- PROBLEM TO WORK ON -
Records follow. Copy every line with "filename".

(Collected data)
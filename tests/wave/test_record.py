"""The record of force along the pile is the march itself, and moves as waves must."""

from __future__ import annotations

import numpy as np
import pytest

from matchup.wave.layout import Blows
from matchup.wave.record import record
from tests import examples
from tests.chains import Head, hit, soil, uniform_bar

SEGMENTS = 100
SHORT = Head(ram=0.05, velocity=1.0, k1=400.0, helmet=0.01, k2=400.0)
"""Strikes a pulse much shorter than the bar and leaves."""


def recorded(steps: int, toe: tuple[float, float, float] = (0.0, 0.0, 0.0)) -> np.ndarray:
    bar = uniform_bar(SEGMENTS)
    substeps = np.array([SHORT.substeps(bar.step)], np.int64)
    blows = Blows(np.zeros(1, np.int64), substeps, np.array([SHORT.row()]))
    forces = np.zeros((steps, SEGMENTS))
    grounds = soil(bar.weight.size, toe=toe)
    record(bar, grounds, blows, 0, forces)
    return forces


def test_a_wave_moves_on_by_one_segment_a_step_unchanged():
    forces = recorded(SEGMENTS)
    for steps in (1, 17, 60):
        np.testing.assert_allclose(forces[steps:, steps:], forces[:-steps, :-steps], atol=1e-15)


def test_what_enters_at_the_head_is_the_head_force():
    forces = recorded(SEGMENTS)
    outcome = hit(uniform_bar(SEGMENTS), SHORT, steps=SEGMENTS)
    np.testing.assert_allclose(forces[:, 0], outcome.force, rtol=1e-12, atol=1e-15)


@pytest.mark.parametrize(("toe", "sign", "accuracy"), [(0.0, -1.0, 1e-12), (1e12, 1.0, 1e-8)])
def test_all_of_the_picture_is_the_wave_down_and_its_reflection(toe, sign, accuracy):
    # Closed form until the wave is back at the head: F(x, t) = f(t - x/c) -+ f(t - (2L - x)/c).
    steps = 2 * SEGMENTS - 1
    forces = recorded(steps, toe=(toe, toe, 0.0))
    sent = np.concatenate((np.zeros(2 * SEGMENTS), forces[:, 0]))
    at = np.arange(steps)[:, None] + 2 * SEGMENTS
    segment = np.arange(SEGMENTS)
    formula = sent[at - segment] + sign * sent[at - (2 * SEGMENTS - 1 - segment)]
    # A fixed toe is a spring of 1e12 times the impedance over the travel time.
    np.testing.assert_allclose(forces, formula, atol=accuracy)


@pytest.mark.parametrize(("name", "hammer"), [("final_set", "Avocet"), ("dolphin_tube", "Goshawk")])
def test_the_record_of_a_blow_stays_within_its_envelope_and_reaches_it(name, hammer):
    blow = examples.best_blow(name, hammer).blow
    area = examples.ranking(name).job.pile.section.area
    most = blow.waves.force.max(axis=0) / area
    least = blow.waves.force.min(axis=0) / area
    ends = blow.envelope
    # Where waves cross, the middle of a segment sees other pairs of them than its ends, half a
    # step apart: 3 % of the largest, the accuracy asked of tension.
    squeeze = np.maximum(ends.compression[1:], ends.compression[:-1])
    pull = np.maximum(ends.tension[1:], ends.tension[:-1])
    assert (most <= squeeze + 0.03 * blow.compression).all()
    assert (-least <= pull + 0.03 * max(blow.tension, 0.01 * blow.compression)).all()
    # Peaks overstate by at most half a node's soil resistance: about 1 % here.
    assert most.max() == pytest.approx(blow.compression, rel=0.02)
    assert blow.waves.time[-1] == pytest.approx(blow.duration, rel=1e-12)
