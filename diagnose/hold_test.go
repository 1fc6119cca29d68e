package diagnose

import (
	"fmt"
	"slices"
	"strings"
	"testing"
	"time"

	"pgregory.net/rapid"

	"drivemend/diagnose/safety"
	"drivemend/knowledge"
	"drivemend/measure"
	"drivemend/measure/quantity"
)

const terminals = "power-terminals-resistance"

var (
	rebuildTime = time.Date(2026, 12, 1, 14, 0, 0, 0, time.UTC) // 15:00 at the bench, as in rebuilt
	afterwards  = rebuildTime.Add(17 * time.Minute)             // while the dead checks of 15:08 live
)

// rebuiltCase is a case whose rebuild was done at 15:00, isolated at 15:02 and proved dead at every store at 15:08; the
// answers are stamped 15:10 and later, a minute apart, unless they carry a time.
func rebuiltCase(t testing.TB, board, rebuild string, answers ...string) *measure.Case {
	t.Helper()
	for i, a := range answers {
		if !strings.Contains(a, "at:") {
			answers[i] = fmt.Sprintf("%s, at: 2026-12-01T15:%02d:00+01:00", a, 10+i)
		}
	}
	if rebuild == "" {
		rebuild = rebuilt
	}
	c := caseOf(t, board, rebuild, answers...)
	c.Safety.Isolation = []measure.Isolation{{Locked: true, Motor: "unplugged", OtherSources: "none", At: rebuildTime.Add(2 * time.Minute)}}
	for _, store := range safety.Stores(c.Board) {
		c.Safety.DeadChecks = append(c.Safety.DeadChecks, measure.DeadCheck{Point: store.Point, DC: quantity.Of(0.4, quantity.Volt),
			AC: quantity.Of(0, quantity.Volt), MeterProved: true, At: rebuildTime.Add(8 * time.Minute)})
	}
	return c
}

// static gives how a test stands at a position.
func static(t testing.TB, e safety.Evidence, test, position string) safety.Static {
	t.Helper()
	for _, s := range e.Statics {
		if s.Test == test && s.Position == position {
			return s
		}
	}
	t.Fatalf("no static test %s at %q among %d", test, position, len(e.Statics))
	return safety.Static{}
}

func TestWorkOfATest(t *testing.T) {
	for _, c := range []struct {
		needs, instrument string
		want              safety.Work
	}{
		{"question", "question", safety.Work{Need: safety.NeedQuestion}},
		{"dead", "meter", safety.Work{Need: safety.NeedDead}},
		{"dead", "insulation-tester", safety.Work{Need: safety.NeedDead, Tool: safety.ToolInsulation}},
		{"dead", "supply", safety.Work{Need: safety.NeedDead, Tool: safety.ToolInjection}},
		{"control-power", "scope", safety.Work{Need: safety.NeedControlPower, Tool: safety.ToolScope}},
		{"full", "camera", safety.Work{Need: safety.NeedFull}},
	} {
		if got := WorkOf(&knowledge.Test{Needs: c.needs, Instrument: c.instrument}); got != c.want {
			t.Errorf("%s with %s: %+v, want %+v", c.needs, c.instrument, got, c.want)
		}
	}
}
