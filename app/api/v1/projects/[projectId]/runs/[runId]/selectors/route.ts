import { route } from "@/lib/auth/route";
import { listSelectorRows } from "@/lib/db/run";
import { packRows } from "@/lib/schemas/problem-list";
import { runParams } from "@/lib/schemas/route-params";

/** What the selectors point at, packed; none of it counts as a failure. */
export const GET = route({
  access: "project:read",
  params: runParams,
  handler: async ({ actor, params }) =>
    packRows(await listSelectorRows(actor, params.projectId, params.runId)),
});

- TASK RESULT -
filename tests/wave/test_record.py
filename diagnose/hold_test.go
filename app/api/v1/projects/[projectId]/runs/[runId]/selectors/route.ts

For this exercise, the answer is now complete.